I'm not sure if updating login_for_access_token would allow us to use a single oauth2_scheme for users who sign in with either ORCID or username/password

# auth.py
oauth2_scheme = OAuth2PasswordOrClientCredentialsBearer(tokenUrl="token")

# user.py
async def get_current_user(
    token: str = Depends(oauth2_scheme)
# ...
dwinston commented 10 months ago

reference discussion with fastapi maintainer's input: https://github.com/tiangolo/fastapi/discussions/9137#discussioncomment-5157382

dwinston commented 10 months ago

some hacking around: https://github.com/microbiomedata/nmdc-runtime/compare/333-playground?expand=1

dwinston commented 10 months ago

I was just thinking we could overload the current client_credentials flow to recognize an orcid jwt supplied as client_id and empty client_secret.
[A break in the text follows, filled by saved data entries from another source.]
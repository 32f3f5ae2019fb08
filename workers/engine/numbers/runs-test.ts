import { logChoose } from './counting';

/** Outcome of a runs test over one or several sequences of two labels. */
export interface RunsTest {
  /** Runs found, over all sequences. */
  runs: number;
  /** Runs expected when every order is equally likely. */
  expected: number;
  /** P(at most this many runs): small when the labels come in blocks. */
  p: number;
}

/**
 * Wald and Wolfowitz 1940: exact lower-tail probability of the number of runs, given the counts of
 * both labels in each sequence. Sequences (recordings) are independent: their run counts add, and
 * so do their distributions by convolution. A sequence with one label only says nothing and adds
 * nothing. `sequences[i][n]` is true where epoch n of sequence i, in time, belongs to A.
 */
export function runsTest(sequences: boolean[][]): RunsTest {
  let distribution = [1];
  let runs = 0;
  let expected = 0;
  for (const sequence of sequences) {
    const n = sequence.length;
    const a = sequence.filter(Boolean).length;
    if (a === 0 || a === n) continue;
    runs += countRuns(sequence);
    expected += 1 + (2 * a * (n - a)) / n;
    distribution = convolve(distribution, runsDistribution(a, n - a));
  }
  const p = distribution.slice(0, runs + 1).reduce((sum, q) => sum + q, 0);
  return { runs, expected, p: Math.min(1, p) };
}

export function countRuns(sequence: boolean[]): number {
  return sequence.reduce(
    (sum, label, i) => sum + (i === 0 || label !== sequence[i - 1] ? 1 : 0),
    0,
  );
}

/** P(runs = r) for r = 0 .. a + b, both counts at least 1. */
export function runsDistribution(a: number, b: number): number[] {
  const all = logChoose(a + b, a);
  const ways = (ka: number, kb: number) =>
    Math.exp(logChoose(a - 1, ka - 1) + logChoose(b - 1, kb - 1) - all);
  return Array.from({ length: a + b + 1 }, (_, r) => {
    if (r < 2) return 0;
    const half = r >> 1;
    return r % 2 === 0 ? 2 * ways(half, half) : ways(half + 1, half) + ways(half, half + 1);
  });
}

function convolve(p: number[], q: number[]): number[] {
  const out = new Array<number>(p.length + q.length - 1).fill(0);
  p.forEach((x, i) => q.forEach((y, j) => (out[i + j] += x * y)));
  return out;
}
So no new auth flow needed.

shreddd commented 10 months ago

Just catching up here but I'd like to offer some thoughts

  1. We should allow access via both ORCID jwt and client ID/key pairs
  2. The access tokens in the ORCID Oauth flow are for accessing ORCID API which is orthogonal to this effort - I don't think we'll need those?
  3. We should have a single user table under the hood that controls all access and ACLs. I'm thinking of something like this:
Username ORCID (if present) ACLs Client Key (if present) is_admin
myusername 000-323-32323 {coll1: "readwrite", coll2: "readonly" } None False
nersc-wf None {coll2: "readwrite"} dd3f38fy34fbu False

(This is a rough sketch - we can work out the details)

shreddd commented 10 months ago

Also - we can separate out the grants / auth code stuff etc. for now, if there is a simple way to get the ORCID token out of band.

shreddd commented 10 months ago

I think we should look at using the OpenID connect tokens for this, since it allows supports additional parameters like max-age and authentication date. https://github.com/ORCID/ORCID-Source/blob/main/orcid-web/ORCID_AUTH_WITH_OPENID_CONNECT.md

ssarrafan commented 10 months ago

This was discussed at infra sync and is active. Will move to next sprint.